# Need help with an old Dutch phrase



## Kboonekj

Hey everyone, just joined after lurking for a few years. 

I am in need of figuring out a word that I grew up with. I am from Holland Michigan and am 5th gen Dutch (Holland is/was a huge Dutch community in the US). 

Growing up I always heard my great and grand parents saying (spelling it like it sounded) “oh hagh”. This was always in place of something like “oh really”, “oh, come on”, or “seriously?” If that makes sense. It sounds like “hat” but with a throaty “gh” at the end. Once in a while it was the “hagh” with a “ta” at the end (hagh-ta). 

I have been told it was a Dutch phrase brought over but no one in my family has a clue how it’s spelled or what it means even though we still say it. Can anyone help me out with what the word is?


----------



## Hans Molenslag

The gh sound at the end doesn't really make sense to me, but the t sound in your second example makes me think of 'och gut'. This was and still is a common phrase which comes in a number of dialectal varieties and is used in more or less the same way as for example 'oh gosh' in English. Both the Dutch and the English phrase are derived from the word 'god'. That's my best guess.


----------



## Plaats

I think it derives from "Oh echt?" This literally means: "o really?"
"Echt" is pronounced "e-gh-t", with the "e" of "pet", the "gh" as you described and then t. In colloquial Dutch, the final t is sometimes omitted (especially in the Rotterdam/The Hague region), so your Michigan Dutch still is quite close to what is spoken in Holland nowadays.


----------



## eno2

> *II echt*
> bijv.naamw.
> Uitspraak:  [ɛxt]


----------



## Plaats

Yes, but that's IPA and not everyone reads that. I do, however.
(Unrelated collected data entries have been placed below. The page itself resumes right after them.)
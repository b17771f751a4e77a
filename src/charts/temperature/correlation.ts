/**
 * Correlation matrix of fitted parameters as a small heat map: one cell per
 * pair, coloured on the theme's diverging ramp over the fixed domain
 * [−1, 1] (so the colours mean the same in every chart), each cell labelled
 * with its value to two decimals in whichever of the theme's text and
 * background colours reads better on it. Pairs without a finite value are
 * labelled "n/a" on an empty cell.
 */
import type { ChartLayer } from '../frame';
import { layeredChart } from '../frame';
import type { IChartTheme } from '../theme';
import { divergingColours } from '../theme';
import type { ISweepChart } from '../sweeps/common';
import { finite } from '../sweeps/common';
import type { ITemperatureChartOptions } from './common';
import { titleLines, uniqueLabels } from './common';

/** Input of {@link buildCorrelationSpec}. */
export interface ICorrelationInput {
  /** Parameter names, in the order of the matrix's rows and columns. */
  parameters: string[];
  /** correlation[i][j] between parameters i and j, in [−1, 1]. */
  correlation: number[][];
}

/** Height of one row of cells in px, when the options give no height. */
const CELL_PX = 34;

/** sRGB channels (0–255) of a #rgb or #rrggbb colour or an rgb()/rgba() string; null for anything else. */
function rgbOf(colour: string): [number, number, number] | null {
  const c = colour.trim();
  let m = /^#([0-9a-f]{6})$/i.exec(c);
  if (m) {
    const v = parseInt(m[1], 16);
    return [(v >> 16) & 255, (v >> 8) & 255, v & 255];
  }
  m = /^#([0-9a-f]{3})$/i.exec(c);
  if (m) {
    return [0, 1, 2].map(k => parseInt(m![1][k] + m![1][k], 16)) as [number, number, number];
  }
  m = /^rgba?\(\s*([\d.]+)[\s,]+([\d.]+)[\s,]+([\d.]+)/i.exec(c);
  return m ? [Number(m[1]), Number(m[2]), Number(m[3])] : null;
}

/** Relative luminance (WCAG) of sRGB channels. */
function luminance([r, g, b]: [number, number, number]): number {
  const lin = (v: number): number => {
    const s = v / 255;
    return s <= 0.04045 ? s / 12.92 : ((s + 0.055) / 1.055) ** 2.4;
  };
  return 0.2126 * lin(r) + 0.7152 * lin(g) + 0.0722 * lin(b);
}

/** WCAG contrast ratio of two luminances. */
function contrast(a: number, b: number): number {
  return (Math.max(a, b) + 0.05) / (Math.min(a, b) + 0.05);
}

/** The cell colour at r on the ramp (stops evenly spaced over [−1, 1], interpolated in RGB as the scale does). */
function rampAt(ramp: readonly [number, number, number][], r: number): [number, number, number] {
  const t = ((Math.max(-1, Math.min(1, r)) + 1) / 2) * (ramp.length - 1);
  const k = Math.min(ramp.length - 2, Math.floor(t));
  const f = t - k;
  return [0, 1, 2].map(c => ramp[k][c] + f * (ramp[k + 1][c] - ramp[k][c])) as [number, number, number];
}

/** Builds the correlation heat map; no parameters give an empty chart saying so. */
export function buildCorrelationSpec(input: ICorrelationInput, theme: IChartTheme, options: ITemperatureChartOptions = {}): ISweepChart {
  const names = uniqueLabels(input.parameters ?? [], 'parameter');
  const ramp = divergingColours(theme);
  const domain = ramp.map((_, k) => -1 + (2 * k) / (ramp.length - 1));
  const rampRgb = ramp.map(rgbOf);
  const canMix = rampRgb.every(c => c !== null);
  const ink = [rgbOf(theme.text), rgbOf(theme.background)];
  // Label colour of a cell: whichever of the text and background colours contrasts more with it.
  const inkOn = (r: number): 'text' | 'background' => {
    if (!canMix || ink[0] === null || ink[1] === null) {
      return 'text';
    }
    const cell = luminance(rampAt(rampRgb as [number, number, number][], r));
    return contrast(cell, luminance(ink[0])) >= contrast(cell, luminance(ink[1])) ? 'text' : 'background';
  };
  const cells: { a: string; b: string; r: number; label: string; ink: 'text' | 'background' }[] = [];
  const missing: { a: string; b: string; label: string }[] = [];
  let strongest: { a: string; b: string; r: number; label: string } | null = null;
  for (let i = 0; i < names.length; i++) {
    for (let j = 0; j < names.length; j++) {
      const raw = input.correlation?.[i]?.[j];
      if (typeof raw === 'number' && finite(raw)) {
        const r = Math.max(-1, Math.min(1, raw));
        // Two decimals with a true minus sign, and no "−0.00".
        const text = r.toFixed(2);
        const label = /^-0\.00$/.test(text) ? '0.00' : text.replace('-', '−');
        cells.push({ a: names[j], b: names[i], r, label, ink: inkOn(r) });
        if (i < j && (strongest === null || Math.abs(r) > Math.abs(strongest.r))) {
          strongest = { a: names[i], b: names[j], r, label };
        }
      } else {
        missing.push({ a: names[j], b: names[i], label: 'n/a' });
      }
    }
  }
  const x = { field: 'a', type: 'nominal' as const, title: null, sort: names, axis: { labelAngle: 0 } };
  const y = { field: 'b', type: 'nominal' as const, title: null, sort: names };
  const layer: ChartLayer[] = [
    {
      data: { values: cells },
      mark: { type: 'rect', tooltip: true },
      encoding: {
        x,
        y,
        color: {
          field: 'r',
          type: 'quantitative',
          title: 'correlation',
          scale: { type: 'linear', domain, range: ramp, interpolate: 'rgb' },
          legend: { values: [-1, -0.5, 0, 0.5, 1], format: '.1f' }
        },
        tooltip: [
          { field: 'b', type: 'nominal', title: 'parameter' },
          { field: 'a', type: 'nominal', title: 'with' },
          { field: 'label', type: 'nominal', title: 'correlation' }
        ]
      }
    },
    {
      data: { values: cells },
      mark: { type: 'text', fontSize: 11 },
      encoding: { x, y, text: { field: 'label', type: 'nominal' }, color: { condition: { test: "datum.ink === 'background'", value: theme.background }, value: theme.text } }
    }
  ];
  if (missing.length > 0) {
    layer.push({
      data: { values: missing },
      mark: { type: 'text', fontSize: 11, color: theme.text, opacity: 0.7 },
      encoding: { x, y, text: { field: 'label', type: 'nominal' } }
    });
  }
  const title = 'Parameter correlations';
  const caption =
    names.length === 0
      ? 'No parameters'
      : strongest === null
        ? names.length === 1
          ? `One parameter (${names[0]}): nothing to correlate`
          : 'No correlation between different parameters is known'
        : `Strongest correlation: ${strongest.a} with ${strongest.b}, ${strongest.label}`;
  return {
    spec: layeredChart(layer, {
      description: `${title}: a heat map of the correlation of each pair of fitted parameters, from −1 to 1, with the value in each cell. ${caption}`,
      theme,
      title: titleLines(title, caption, options),
      height: options.height ?? Math.max(2, names.length) * CELL_PX + 40
    }),
    rows: 2 * cells.length + missing.length,
    title,
    caption
  };
}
The phrase "oh echt" is often pronounced with a glottal stop in Holland (this stop is not common in Flanders). Thus: _o 'echt?_ /o. ʔɛxt/. This is an possible explanation for the modern -h- in Michigan Dutch (so ʔ became h).


----------



## eno2

I'm alas not very introduced in phonetics. In doubt, I check Word.org because they at least give phonetics of Dutch words. .

I doubted the 'pet' pronounciation of the 'e' of 'echt.

pet =  /pet/.


----------



## Plaats

Wiktionary gives /pɛt/. But there is some variation in English, as there is in Dutch. The typical Antwerp pronunciaton of "echt", for example, has /e/ instead of /ɛ/, and many surrounding Brabantian dialects share this pronunciation. On the other hand, the West Flemish pronunciation comes closer to /æ/ (the "a" of "man").


----------



## eno2

Well yes, could be, but he Dutch pronunciation is /pɛt/ indeed. 
I'm West-Flemish but I would it have it a bit difficult to pronounce 'echt ' with the a of man. Same for 'legt', 'zegt' etc...


----------



## Peterdg

It could also just be: "ach".


----------



## Kboonekj

Wow. Thanks for all the replies. I put “oh echt” into google translate and listened to the playback; almost spot on!

I guess over the years we added an “h” on the beginning of it and elongated the ending. This is cool and I can’t wait to show them this word we’ve been saying forever. Thanks for the help.


----------



## Red Arrow

(off-topic)


eno2 said:


> I'm West-Flemish but I would it have it a bit difficult to pronounce 'echt ' with the a of man. Same for 'legt', 'zegt' etc...


[æ] occurs in words with "ar" and "er" in some Flemish-Brabantian and Limburgish dialects. The pattern is quite irregular. For instance, [æ(r)t] can mean hart, hard, hert and/or erwt depending on the individual.
I have never heard that sound in West-Flemish, but I just haven't heard much West-Flemish dialect in general.

Short e indeed sounds like [e] in the Kempen: [kempə]
The English word "pet" sounds like [pɛt]. As does Dutch "pet". Cambridge Dictionary writes short e as "e" and r as "r" in their phonetic script, even though those pronunciations are rare/non-existent.


----------